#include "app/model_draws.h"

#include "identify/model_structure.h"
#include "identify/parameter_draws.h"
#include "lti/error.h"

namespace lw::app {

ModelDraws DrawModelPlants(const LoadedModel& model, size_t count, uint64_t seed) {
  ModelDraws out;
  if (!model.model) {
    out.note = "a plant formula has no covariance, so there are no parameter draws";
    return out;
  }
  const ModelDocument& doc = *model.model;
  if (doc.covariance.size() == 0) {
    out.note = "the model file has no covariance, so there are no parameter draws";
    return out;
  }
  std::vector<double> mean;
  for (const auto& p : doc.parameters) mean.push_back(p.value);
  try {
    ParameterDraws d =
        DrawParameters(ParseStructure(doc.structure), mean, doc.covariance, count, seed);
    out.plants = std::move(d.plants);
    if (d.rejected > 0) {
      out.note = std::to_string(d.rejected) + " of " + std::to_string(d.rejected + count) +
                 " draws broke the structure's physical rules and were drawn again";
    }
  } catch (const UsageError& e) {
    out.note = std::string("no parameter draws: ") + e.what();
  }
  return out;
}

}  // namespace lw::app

---

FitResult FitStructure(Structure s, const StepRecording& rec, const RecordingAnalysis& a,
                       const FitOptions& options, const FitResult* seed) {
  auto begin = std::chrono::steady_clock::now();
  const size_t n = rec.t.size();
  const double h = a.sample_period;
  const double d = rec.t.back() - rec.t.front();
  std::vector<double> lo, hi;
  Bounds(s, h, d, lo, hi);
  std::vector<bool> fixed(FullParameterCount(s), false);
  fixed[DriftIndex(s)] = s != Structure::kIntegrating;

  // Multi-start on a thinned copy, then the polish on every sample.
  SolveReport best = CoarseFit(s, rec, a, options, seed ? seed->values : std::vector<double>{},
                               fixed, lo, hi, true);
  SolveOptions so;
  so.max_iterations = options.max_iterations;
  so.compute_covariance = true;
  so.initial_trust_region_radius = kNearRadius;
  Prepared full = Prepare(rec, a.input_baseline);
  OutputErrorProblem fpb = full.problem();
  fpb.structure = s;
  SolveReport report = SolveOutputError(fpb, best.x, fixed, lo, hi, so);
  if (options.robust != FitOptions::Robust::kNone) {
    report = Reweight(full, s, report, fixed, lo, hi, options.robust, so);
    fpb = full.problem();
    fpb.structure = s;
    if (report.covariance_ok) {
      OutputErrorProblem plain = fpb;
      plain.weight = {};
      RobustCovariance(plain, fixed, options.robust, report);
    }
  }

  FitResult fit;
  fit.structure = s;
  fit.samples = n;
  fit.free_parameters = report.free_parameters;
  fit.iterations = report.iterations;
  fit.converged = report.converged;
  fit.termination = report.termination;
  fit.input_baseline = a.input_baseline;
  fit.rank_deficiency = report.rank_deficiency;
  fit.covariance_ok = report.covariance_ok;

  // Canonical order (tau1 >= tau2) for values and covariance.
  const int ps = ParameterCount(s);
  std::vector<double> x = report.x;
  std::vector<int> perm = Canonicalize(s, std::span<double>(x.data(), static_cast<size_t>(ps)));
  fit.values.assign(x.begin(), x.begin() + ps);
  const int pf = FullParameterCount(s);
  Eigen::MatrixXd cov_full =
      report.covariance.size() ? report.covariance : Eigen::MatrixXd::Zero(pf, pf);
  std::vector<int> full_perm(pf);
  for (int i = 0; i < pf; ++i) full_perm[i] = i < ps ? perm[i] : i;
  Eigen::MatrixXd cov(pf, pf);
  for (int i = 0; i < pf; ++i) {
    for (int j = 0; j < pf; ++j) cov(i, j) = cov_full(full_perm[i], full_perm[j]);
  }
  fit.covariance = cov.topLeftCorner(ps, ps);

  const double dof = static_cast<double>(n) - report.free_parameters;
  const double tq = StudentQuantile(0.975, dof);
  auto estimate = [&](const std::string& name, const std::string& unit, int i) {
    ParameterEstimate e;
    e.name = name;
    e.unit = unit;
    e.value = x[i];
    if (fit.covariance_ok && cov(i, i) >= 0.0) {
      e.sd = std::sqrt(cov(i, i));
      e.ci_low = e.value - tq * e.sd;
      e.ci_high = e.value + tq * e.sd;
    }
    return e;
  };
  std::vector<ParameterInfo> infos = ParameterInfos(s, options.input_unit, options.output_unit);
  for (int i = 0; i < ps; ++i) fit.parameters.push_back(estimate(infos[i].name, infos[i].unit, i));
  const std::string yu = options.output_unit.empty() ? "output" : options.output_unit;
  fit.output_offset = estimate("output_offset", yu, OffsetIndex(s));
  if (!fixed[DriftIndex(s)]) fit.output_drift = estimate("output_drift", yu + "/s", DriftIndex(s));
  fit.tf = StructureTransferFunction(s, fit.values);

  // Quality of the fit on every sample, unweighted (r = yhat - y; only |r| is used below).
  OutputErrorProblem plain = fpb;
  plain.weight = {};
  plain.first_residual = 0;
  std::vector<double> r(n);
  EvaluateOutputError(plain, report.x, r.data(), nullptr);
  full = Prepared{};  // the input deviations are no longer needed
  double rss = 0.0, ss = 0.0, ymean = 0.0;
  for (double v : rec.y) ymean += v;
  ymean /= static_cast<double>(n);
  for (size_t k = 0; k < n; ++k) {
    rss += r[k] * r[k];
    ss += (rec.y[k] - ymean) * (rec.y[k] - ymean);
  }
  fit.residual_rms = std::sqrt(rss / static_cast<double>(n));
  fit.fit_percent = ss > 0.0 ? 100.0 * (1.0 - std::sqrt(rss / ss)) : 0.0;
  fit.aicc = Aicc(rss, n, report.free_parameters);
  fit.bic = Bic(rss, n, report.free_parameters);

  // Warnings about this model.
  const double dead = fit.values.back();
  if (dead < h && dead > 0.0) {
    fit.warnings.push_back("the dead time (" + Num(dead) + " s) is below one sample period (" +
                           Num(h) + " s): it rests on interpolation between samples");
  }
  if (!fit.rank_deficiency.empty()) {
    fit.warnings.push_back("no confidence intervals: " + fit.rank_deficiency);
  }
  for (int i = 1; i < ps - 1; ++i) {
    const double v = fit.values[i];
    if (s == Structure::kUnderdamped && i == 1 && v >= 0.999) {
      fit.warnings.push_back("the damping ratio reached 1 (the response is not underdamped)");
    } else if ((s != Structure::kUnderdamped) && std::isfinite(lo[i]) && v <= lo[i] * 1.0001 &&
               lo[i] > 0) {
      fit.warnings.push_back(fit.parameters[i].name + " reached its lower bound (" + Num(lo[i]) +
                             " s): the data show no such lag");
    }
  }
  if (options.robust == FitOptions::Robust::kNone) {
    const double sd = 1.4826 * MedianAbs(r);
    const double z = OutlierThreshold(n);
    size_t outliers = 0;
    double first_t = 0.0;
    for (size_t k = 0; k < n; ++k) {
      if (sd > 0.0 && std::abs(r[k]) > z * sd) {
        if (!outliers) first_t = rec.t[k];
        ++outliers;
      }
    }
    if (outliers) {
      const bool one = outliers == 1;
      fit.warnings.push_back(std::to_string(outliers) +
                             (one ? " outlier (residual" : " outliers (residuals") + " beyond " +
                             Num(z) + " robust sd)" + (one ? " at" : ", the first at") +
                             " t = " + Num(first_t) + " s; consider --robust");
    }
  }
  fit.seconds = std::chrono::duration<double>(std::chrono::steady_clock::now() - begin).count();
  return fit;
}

> [To do]: Some lines in the data above hold the string "begin". Find and copy each of them.

> [Response]:
  auto begin = std::chrono::steady_clock::now();
  fit.values.assign(x.begin(), x.begin() + ps);
  fit.seconds = std::chrono::duration<double>(std::chrono::steady_clock::now() - begin).count();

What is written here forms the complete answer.